▸ Work request
Return the lines below exactly, from the first one through the line that has "I_h²); the first". Leave out everything after it.

▸ Material to process
________________________

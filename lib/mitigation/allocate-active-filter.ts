/**
 * An active harmonic filter of r.m.s. rating A cancels the selected orders largest first: each
 * order is cancelled whole while the r.s.s. of what it injects stays within the rating
 * (I_AF = √Σ I_h²); the first order that does not fit is cancelled in part with what is left,
 * and the rest stay. (Largest-first is common practice, no source.)
 *
 * @param harmonicsA load harmonic currents by order, A
 * @param ratingA filter rating, A r.m.s.
 * @returns residual per order (A) and the rating used (A)
 * @example allocateActiveFilter(new Map([[5, 40], [7, 30], [11, 20]]), 45) // 5th → 0, 7th → 30 − √(45² − 40²) = 9.38
 */
export function allocateActiveFilter(
  harmonicsA: ReadonlyMap<number, number>,
  ratingA: number,
  orders: { from: number; to: number } = { from: 2, to: 50 },
): { residualA: Map<number, number>; ratingUsedA: number } {
  const residualA = new Map(harmonicsA);
  const selected = [...harmonicsA.entries()].filter(([h, a]) => h >= orders.from && h <= orders.to && a > 0).sort((a, b) => b[1] - a[1] || a[0] - b[0]);
  let left = ratingA * ratingA;
  let used = 0;
  for (const [h, a] of selected) {
    if (left <= 0) break;
    if (a * a <= left) {
      residualA.set(h, 0);
      left -= a * a;
      used += a * a;
    } else {
      const injected = Math.sqrt(left);
      residualA.set(h, a - injected);
      used += left;
      left = 0;
    }
  }
  return { residualA, ratingUsedA: Math.sqrt(used) };
}
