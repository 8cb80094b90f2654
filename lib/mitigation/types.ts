// Shapes of the mitigation what-ifs: the mitigations an engineer picks and the predicted result.
import type { ComplianceResult } from "../compliance/result";
import type { FrontEndFamily, FrontEndParameters } from "../frontends/types";

/** One mitigation. Percentages of reactors are on the load's rated base. */
export type Mitigation =
  | { kind: "reactor"; percent: number }
  | { kind: "dc-choke"; percent: number }
  | { kind: "multi-pulse"; pulses: 12 | 18; imbalancePercent: number }
  | { kind: "passive-filter"; tuningOrder: number; kvar: number; q: number }
  | { kind: "active-filter"; ratingA: number; fromOrder: number; toOrder: number };

/** Supply data a PCC filter needs. */
export interface NetworkData {
  /** Line-to-line voltage at the PCC, V. */
  busVoltageV?: number;
  /** Short-circuit current at the PCC, A. */
  iscA?: number;
  /** X/R of the source impedance (default DEFAULT_X_OVER_R). */
  xOverR?: number;
}

/** The fitted front end a what-if starts from. */
export interface FittedFrontEnd {
  family: FrontEndFamily;
  parameters: FrontEndParameters;
}

export interface PredictedHarmonic {
  order: number;
  /** Predicted r.m.s. current into the supply, A; null where the order was not measured. */
  rms: number | null;
  /** The measured value, A (for the measured → predicted table). */
  measuredRms: number | null;
}

/** Duty of a filter capacitor against IEEE Std 18-2012 limits, each in % of rating. */
export interface CapacitorDuty {
  rmsVoltagePercent: number;
  peakVoltagePercent: number;
  rmsCurrentPercent: number;
  kvarPercent: number;
  limits: { rmsVoltagePercent: number; peakVoltagePercent: number; rmsCurrentPercent: number; kvarPercent: number };
  withinLimits: boolean;
}

/** What a PCC filter did on one channel. */
export interface FilterReport {
  kind: "passive-filter" | "active-filter";
  /** Passive: parallel-resonance order with the source. */
  parallelResonanceOrder?: number;
  capacitorDuty?: CapacitorDuty;
  /** Active: r.m.s. current the filter injects, A, and its share of the rating. */
  ratingUsedA?: number;
  ratingUsedPercent?: number;
}

export interface WhatIfChannel {
  name: string;
  /** The front end the prediction starts from (the diagnosis's best candidate). */
  frontEnd: FittedFrontEnd & { description: string; fitErrorPercent: number };
  fundamentalA: number;
  harmonics: PredictedHarmonic[];
  thdPercent: number;
  /** Null without IL. */
  tddPercent: number | null;
  measuredThdPercent: number;
  measuredTddPercent: number | null;
  filters: FilterReport[];
}

export interface WhatIfResult {
  /** Always true: every number here is a model prediction. */
  prediction: true;
  modelVersion: string;
  mitigations: Mitigation[];
  channels: WhatIfChannel[];
  /** Re-judged against the same limit-set revision and context as the measured sheet (when given). */
  compliance: ComplianceResult | null;
  assumptions: string[];
  warnings: string[];
  caution: string;
}
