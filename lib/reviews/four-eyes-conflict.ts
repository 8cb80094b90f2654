// Four-eyes rule of a sign-off. Pure.

export type ResultPart = "set-up" | "analysis" | "evaluation";

/**
 * Which parts of the result being approved the would-be approver made themselves — the set-up
 * (mapping, scales, context), the analysis run or the evaluation — or an empty list when they made
 * none and may approve. No role is exempt. O(1).
 *
 * @example fourEyesConflict({ approverId: "u1", setupBy: "u1", analysedBy: "u2", evaluatedBy: "u2" }) // ["set-up"]
 */
export function fourEyesConflict({
  approverId,
  setupBy,
  analysedBy,
  evaluatedBy,
}: {
  approverId: string;
  setupBy: string | null;
  analysedBy: string | null;
  evaluatedBy: string | null;
}): ResultPart[] {
  const parts: ResultPart[] = [];
  if (setupBy === approverId) parts.push("set-up");
  if (analysedBy === approverId) parts.push("analysis");
  if (evaluatedBy === approverId) parts.push("evaluation");
  return parts;
}
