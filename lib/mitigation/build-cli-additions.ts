import type { AnalysisResult } from "../analysis/types";
import type { EvaluateComplianceInput } from "../compliance/evaluate-compliance";
import type { EvaluationContext } from "../compliance/model";
import type { ComplianceResult } from "../compliance/result";
import { diagnoseChannels } from "../frontends/diagnose-channels";
import type { FrontEndFamily, FrontEndParameters } from "../frontends/types";
import { buildWhatIfReport } from "./build-what-if-report";
import { parseMitigationSpec } from "./parse-mitigation-spec";
import type { Mitigation, NetworkData } from "./types";

/** The `diagnosis` and `whatIf` parts of `npm run analyze -- FILE --json [--diagnose] [--mitigate SPEC]…`. */
export interface CliAdditions {
  diagnosis?: { channels: { name: string; candidates: { family: FrontEndFamily; parameters: FrontEndParameters; fitErrorPercent: number; description: string }[] }[] };
  whatIf?: {
    prediction: true;
    mitigations: Mitigation[];
    channels: { name: string; harmonics: { order: number; rms: number | null }[]; thdPercent: number; tddPercent: number | null }[];
    /** Same shape as the measured `compliance`; present when limits were given. */
    compliance?: ComplianceResult;
    warnings: string[];
    assumptions: string[];
    caution: string;
  };
}

/**
 * What the analysis CLI adds for `--diagnose` and `--mitigate SPEC` (repeatable, applied in order):
 * the diagnosis's candidates best first, and the what-if with the predicted per-order values,
 * THD/TDD and the predicted compliance re-judged like the measured one (same set and context).
 * Throws a one-line message naming a bad spec or a missing input (e.g. a filter without --isc).
 *
 * @example buildCliAdditions(analysis, { diagnose: true, mitigate: ["reactor=3%"] }).whatIf?.channels[0]?.thdPercent
 */
export function buildCliAdditions(
  analysis: AnalysisResult,
  options: { diagnose?: boolean; mitigate?: readonly string[]; compliance?: { limitSet: EvaluateComplianceInput["limitSet"]; context: EvaluationContext }; network?: NetworkData },
): CliAdditions {
  const specs = options.mitigate ?? [];
  const mitigations = specs.map(parseMitigationSpec);
  if (!options.diagnose && mitigations.length === 0) return {};
  const diagnosis = diagnoseChannels(analysis);
  const out: CliAdditions = {};
  if (options.diagnose) {
    out.diagnosis = {
      channels: diagnosis.channels.map((c) => ({
        name: c.name,
        candidates: c.candidates.map(({ family, parameters, fitErrorPercent, description }) => ({ family, parameters, fitErrorPercent, description })),
      })),
    };
  }
  if (mitigations.length > 0) {
    const r = buildWhatIfReport({ analysis, mitigations, diagnosis, network: options.network, compliance: options.compliance });
    out.whatIf = {
      prediction: true,
      mitigations: r.mitigations,
      channels: r.channels.map((c) => ({ name: c.name, harmonics: c.harmonics.map(({ order, rms }) => ({ order, rms })), thdPercent: c.thdPercent, tddPercent: c.tddPercent })),
      ...(r.compliance ? { compliance: r.compliance } : {}),
      warnings: r.warnings,
      assumptions: r.assumptions,
      caution: r.caution,
    };
  }
  return out;
}
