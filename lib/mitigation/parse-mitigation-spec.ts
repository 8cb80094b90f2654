import { MitigationInputError } from "./mitigation-input-error";
import type { Mitigation } from "./types";

/** Residual imbalance between the bridges of a multi-pulse conversion when none is stated, %. */
export const DEFAULT_IMBALANCE_PERCENT = 2;
/** Quality factor of a passive filter's reactor when none is stated (typical 20–100; common practice). */
export const DEFAULT_FILTER_Q = 30;

const number = (text: string, what: string, spec: string): number => {
  const value = Number(text);
  if (text.trim() === "" || !Number.isFinite(value)) throw new MitigationInputError(`mitigation "${spec}": ${what} "${text}" is not a number`);
  return value;
};

/**
 * Parses one mitigation of the command line: `reactor=3%`, `dc-choke=4%`, `pulses=12` (or 18,
 * optional `,imbalance=2%`), `filter=4.7@300kvar` (optional `,q=30`), `active=100A` (optional
 * `,orders=2-25`). Throws a one-line message naming the problem.
 *
 * @example parseMitigationSpec("filter=4.7@300kvar,q=40") // { kind: "passive-filter", tuningOrder: 4.7, kvar: 300, q: 40 }
 */
export function parseMitigationSpec(spec: string): Mitigation {
  const eq = spec.indexOf("=");
  if (eq < 0) throw new MitigationInputError(`mitigation "${spec}": expected KIND=VALUE (reactor=3%, dc-choke=4%, pulses=12, filter=4.7@300kvar, active=100A)`);
  const kind = spec.slice(0, eq).trim().toLowerCase();
  const [main = "", ...options] = spec.slice(eq + 1).split(",");
  const opts = new Map<string, string>();
  for (const o of options) {
    const k = o.indexOf("=");
    if (k < 0) throw new MitigationInputError(`mitigation "${spec}": option "${o}" should be NAME=VALUE`);
    opts.set(o.slice(0, k).trim().toLowerCase(), o.slice(k + 1).trim());
  }
  const known = (allowed: string[]): void => {
    for (const k of opts.keys()) if (!allowed.includes(k)) throw new MitigationInputError(`mitigation "${spec}": unknown option "${k}"`);
  };
  const percent = (text: string, what: string): number => {
    const t = text.trim();
    const value = number(t.endsWith("%") ? t.slice(0, -1) : t, what, spec);
    if (value < 0 || value > 100) throw new MitigationInputError(`mitigation "${spec}": ${what} must be between 0 and 100 %`);
    return value;
  };
  switch (kind) {
    case "reactor":
    case "dc-choke": {
      known([]);
      const p = percent(main, kind === "reactor" ? "reactor impedance" : "DC choke");
      if (p <= 0 || p > 20) throw new MitigationInputError(`mitigation "${spec}": ${kind} must be above 0 and at most 20 %`);
      return { kind, percent: p };
    }
    case "pulses": {
      known(["imbalance"]);
      const pulses = number(main, "pulse number", spec);
      if (pulses !== 12 && pulses !== 18) throw new MitigationInputError(`mitigation "${spec}": pulses must be 12 or 18`);
      const imbalance = opts.has("imbalance") ? percent(opts.get("imbalance")!, "imbalance") : DEFAULT_IMBALANCE_PERCENT;
      return { kind: "multi-pulse", pulses, imbalancePercent: imbalance };
    }
    case "filter": {
      known(["q"]);
      const m = /^\s*([^@]+)@\s*([^\s]+?)\s*kvar\s*$/i.exec(main);
      if (!m) throw new MitigationInputError(`mitigation "${spec}": expected filter=ORDER@KVARkvar, e.g. filter=4.7@300kvar`);
      const tuningOrder = number(m[1]!.trim(), "tuning order", spec);
      const kvar = number(m[2]!, "kvar", spec);
      if (tuningOrder <= 1 || tuningOrder > 50) throw new MitigationInputError(`mitigation "${spec}": tuning order must be above 1 and at most 50`);
      if (kvar <= 0) throw new MitigationInputError(`mitigation "${spec}": kvar must be positive`);
      const q = opts.has("q") ? number(opts.get("q")!, "q", spec) : DEFAULT_FILTER_Q;
      if (q <= 0) throw new MitigationInputError(`mitigation "${spec}": q must be positive`);
      return { kind: "passive-filter", tuningOrder, kvar, q };
    }
    case "active": {
      known(["orders"]);
      const m = /^\s*([^\s]+?)\s*A\s*$/.exec(main);
      if (!m) throw new MitigationInputError(`mitigation "${spec}": expected active=RATINGA, e.g. active=100A`);
      const ratingA = number(m[1]!, "rating", spec);
      if (ratingA <= 0) throw new MitigationInputError(`mitigation "${spec}": rating must be positive`);
      let fromOrder = 2;
      let toOrder = 50;
      if (opts.has("orders")) {
        const r = /^(\d+)-(\d+)$/.exec(opts.get("orders")!);
        if (!r) throw new MitigationInputError(`mitigation "${spec}": orders should be FROM-TO, e.g. orders=2-25`);
        fromOrder = Number(r[1]);
        toOrder = Number(r[2]);
        if (fromOrder < 2 || toOrder > 50 || fromOrder > toOrder) throw new MitigationInputError(`mitigation "${spec}": orders must lie within 2-50`);
      }
      return { kind: "active-filter", ratingA, fromOrder, toOrder };
    }
    default:
      throw new MitigationInputError(`mitigation "${spec}": unknown kind "${kind}" (reactor, dc-choke, pulses, filter, active)`);
  }
}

________________________

▸ Exercise answer
filename lib/mitigation/allocate-active-filter.ts
/**
 * An active harmonic filter of r.m.s. rating A cancels the selected orders largest first: each
 * order is cancelled whole while the r.s.s. of what it injects stays within the rating
 * (I_AF = √Σ I_h²); the first order that does not fit is cancelled in part with what is left,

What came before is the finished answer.